§ **Task prompt**: Your output should consist of the data, copied exactly.

* * * *

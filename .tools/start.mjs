// npm start: installs what is missing, builds the page, serves it on localhost and prints the address.
import { installPackages } from './install.mjs';

installPackages();
const { build, preview } = await import('vite');
console.log('Building the page …');
await build({ logLevel: 'warn' });
const server = await preview({
  logLevel: 'warn',
  preview: { host: 'localhost', port: Number(process.env.PORT ?? 4173), strictPort: process.env.PORT !== undefined },
});
const address = server.resolvedUrls?.local[0] ?? 'http://localhost:4173/';
console.log(`\nLagwright is ready at ${address}\n(stop it with Ctrl+C; the data you open never leave this machine)`);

* * * *

§ **Task solution**:
filename .tools/start.mjs
// npm start: installs what is missing, builds the page, serves it on localhost and prints the address.
import { installPackages } from './install.mjs';

installPackages();
const { build, preview } = await import('vite');
console.log('Building the page …');
await build({ logLevel: 'warn' });
const server = await preview({
  logLevel: 'warn',
  preview: { host: 'localhost', port: Number(process.env.PORT ?? 4173), strictPort: process.env.PORT !== undefined },
});
const address = server.resolvedUrls?.local[0] ?? 'http://localhost:4173/';
console.log(`\nLagwright is ready at ${address}\n(stop it with Ctrl+C; the data you open never leave this machine)`);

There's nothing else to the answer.